[Items listed in a dataset]
-=-=-=-=-

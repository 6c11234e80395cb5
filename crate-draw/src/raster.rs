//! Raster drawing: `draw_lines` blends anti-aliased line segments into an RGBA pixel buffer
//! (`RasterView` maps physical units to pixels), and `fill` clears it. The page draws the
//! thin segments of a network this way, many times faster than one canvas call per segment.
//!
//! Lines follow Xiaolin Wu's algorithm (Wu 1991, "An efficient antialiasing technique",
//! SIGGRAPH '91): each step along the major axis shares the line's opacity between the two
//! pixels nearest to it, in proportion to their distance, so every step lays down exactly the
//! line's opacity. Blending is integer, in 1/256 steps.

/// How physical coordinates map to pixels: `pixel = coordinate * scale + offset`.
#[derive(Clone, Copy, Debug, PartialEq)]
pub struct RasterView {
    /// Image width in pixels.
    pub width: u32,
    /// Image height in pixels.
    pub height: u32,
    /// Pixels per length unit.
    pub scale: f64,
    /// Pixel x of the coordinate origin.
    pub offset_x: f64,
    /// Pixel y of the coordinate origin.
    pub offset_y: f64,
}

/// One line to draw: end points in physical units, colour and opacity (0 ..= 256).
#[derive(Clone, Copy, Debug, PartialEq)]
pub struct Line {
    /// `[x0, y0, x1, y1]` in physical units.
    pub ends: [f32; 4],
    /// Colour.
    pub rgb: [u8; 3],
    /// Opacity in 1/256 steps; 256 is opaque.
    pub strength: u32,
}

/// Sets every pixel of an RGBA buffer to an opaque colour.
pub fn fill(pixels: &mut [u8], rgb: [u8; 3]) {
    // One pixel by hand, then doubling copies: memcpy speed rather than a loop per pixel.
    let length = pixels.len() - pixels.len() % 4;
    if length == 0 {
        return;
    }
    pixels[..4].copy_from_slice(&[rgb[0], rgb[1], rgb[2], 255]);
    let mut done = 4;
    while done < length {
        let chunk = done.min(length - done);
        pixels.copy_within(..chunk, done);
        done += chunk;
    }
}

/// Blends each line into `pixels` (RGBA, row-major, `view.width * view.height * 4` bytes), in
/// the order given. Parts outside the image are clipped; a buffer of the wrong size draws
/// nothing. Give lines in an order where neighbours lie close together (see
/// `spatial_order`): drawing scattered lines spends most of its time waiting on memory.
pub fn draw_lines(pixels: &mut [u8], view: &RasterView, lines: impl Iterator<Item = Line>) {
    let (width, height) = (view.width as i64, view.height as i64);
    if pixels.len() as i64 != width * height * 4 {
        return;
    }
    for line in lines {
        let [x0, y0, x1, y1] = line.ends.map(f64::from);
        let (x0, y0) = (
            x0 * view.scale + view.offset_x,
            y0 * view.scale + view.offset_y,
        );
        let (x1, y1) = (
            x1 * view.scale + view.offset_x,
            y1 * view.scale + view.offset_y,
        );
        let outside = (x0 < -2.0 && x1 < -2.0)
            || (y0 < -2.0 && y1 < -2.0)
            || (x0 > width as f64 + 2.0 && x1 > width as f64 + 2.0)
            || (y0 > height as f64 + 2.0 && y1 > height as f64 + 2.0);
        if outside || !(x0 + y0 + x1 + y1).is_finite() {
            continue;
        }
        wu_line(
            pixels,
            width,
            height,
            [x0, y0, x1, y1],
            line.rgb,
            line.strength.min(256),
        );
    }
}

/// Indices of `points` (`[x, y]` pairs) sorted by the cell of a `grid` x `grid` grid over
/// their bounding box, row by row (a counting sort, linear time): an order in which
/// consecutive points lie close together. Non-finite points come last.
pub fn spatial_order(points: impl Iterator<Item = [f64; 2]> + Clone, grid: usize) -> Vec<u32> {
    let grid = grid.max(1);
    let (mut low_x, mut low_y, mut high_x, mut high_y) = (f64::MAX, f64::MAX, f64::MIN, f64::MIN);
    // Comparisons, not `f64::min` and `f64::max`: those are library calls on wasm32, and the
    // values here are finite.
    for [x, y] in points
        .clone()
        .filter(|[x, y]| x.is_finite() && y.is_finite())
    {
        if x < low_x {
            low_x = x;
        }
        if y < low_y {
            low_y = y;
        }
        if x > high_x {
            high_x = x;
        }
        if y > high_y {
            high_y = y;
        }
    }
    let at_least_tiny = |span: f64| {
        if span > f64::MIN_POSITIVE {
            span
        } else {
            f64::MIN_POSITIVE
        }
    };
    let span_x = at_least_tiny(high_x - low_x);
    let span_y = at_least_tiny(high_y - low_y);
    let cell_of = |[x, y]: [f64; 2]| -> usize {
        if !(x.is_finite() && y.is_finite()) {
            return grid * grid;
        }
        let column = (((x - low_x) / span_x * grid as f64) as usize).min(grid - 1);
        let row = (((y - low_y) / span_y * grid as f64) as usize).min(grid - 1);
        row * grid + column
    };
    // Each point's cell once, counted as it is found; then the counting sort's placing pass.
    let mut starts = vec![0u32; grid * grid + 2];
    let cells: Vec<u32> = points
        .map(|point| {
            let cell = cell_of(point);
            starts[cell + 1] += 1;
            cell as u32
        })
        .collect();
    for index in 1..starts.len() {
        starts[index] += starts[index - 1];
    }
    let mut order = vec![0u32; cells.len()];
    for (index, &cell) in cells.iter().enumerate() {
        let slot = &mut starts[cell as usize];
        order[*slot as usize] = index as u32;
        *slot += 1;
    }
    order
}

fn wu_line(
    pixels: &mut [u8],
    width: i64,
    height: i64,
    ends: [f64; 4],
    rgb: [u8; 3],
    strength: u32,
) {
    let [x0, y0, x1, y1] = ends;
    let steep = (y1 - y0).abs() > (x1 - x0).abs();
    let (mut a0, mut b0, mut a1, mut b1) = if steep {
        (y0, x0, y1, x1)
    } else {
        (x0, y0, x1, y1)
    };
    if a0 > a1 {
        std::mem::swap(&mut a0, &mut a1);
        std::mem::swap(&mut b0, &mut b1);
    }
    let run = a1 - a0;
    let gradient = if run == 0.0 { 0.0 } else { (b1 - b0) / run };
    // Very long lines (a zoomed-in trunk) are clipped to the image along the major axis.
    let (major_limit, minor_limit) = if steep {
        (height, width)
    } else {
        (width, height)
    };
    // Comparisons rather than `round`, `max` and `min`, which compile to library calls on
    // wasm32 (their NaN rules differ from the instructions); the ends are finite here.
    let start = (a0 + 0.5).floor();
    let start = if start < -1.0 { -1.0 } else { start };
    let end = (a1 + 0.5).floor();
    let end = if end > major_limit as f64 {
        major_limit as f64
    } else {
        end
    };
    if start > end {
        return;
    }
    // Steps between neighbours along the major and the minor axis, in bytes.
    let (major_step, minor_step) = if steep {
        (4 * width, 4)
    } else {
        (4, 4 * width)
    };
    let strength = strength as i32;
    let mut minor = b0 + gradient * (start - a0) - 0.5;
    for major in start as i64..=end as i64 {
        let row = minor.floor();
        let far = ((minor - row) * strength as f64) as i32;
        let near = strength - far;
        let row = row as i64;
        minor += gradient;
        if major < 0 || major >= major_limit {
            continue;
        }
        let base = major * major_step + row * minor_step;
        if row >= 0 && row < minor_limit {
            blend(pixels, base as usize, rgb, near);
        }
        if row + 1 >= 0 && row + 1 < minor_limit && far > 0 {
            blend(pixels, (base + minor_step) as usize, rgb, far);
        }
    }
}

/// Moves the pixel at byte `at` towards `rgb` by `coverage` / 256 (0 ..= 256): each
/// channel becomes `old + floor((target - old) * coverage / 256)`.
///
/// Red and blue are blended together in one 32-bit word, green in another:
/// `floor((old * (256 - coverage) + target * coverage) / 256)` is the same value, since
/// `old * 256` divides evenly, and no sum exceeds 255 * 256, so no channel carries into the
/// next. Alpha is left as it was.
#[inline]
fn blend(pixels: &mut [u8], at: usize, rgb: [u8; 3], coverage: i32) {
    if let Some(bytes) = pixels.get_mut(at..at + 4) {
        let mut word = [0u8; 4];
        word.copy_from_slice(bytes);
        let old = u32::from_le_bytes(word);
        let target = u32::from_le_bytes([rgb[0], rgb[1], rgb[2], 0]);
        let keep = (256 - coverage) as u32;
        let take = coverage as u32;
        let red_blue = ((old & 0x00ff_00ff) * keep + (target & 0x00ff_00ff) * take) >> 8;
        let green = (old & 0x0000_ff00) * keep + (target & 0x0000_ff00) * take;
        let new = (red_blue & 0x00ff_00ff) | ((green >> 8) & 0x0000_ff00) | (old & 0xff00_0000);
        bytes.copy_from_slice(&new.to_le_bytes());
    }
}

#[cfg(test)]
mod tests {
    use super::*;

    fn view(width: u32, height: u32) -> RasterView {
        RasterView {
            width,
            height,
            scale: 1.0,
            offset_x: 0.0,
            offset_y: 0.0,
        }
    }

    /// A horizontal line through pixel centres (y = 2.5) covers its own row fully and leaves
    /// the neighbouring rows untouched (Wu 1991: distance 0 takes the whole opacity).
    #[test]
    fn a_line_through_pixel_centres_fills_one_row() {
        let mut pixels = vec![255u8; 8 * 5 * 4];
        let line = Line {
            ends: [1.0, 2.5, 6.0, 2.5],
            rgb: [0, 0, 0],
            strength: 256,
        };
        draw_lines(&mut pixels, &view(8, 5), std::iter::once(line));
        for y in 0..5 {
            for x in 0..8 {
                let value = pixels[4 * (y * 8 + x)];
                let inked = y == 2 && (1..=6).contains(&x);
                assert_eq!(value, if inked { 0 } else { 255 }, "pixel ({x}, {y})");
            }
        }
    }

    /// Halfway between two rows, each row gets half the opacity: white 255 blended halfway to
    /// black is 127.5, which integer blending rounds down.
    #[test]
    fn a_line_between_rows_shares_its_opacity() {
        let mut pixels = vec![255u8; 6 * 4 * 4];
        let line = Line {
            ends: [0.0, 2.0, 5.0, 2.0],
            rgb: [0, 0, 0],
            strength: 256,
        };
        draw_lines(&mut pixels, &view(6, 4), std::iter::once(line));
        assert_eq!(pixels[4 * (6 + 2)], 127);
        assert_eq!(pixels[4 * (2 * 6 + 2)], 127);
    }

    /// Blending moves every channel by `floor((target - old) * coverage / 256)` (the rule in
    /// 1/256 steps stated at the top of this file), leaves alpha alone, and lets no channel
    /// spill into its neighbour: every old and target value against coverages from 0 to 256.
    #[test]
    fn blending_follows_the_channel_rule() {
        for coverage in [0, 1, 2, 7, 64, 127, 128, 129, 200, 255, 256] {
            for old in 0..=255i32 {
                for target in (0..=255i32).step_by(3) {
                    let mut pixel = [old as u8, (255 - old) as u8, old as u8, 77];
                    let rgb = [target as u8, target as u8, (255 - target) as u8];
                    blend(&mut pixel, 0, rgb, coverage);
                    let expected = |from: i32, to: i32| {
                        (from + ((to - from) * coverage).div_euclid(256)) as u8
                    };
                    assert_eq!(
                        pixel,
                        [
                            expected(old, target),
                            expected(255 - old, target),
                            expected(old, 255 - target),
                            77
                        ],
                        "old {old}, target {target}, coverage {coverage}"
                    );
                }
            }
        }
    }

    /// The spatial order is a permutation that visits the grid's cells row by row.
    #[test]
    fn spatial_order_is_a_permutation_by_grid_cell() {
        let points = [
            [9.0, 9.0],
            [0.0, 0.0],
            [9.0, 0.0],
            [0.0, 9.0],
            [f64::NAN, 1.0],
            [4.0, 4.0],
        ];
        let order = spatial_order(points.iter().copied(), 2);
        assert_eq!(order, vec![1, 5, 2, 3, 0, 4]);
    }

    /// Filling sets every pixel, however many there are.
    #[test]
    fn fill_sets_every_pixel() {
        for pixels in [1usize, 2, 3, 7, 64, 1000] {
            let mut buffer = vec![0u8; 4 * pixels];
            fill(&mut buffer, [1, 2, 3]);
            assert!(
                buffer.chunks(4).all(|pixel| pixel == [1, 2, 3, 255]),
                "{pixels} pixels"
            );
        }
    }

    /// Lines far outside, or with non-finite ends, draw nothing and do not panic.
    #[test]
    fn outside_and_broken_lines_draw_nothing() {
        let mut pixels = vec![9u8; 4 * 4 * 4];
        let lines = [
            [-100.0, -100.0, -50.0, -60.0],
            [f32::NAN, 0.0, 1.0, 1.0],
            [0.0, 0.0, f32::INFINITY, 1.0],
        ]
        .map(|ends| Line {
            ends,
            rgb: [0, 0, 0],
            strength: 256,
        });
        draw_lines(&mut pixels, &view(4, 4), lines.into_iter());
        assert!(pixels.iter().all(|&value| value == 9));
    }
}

-=-=-=-=-

Instructions to follow:
Wherever the word "index" occurs in the data above, copy the line it sits in.

Written reply:
    for index in 1..starts.len() {
        starts[index] += starts[index - 1];
    for (index, &cell) in cells.iter().enumerate() {
        order[*slot as usize] = index as u32;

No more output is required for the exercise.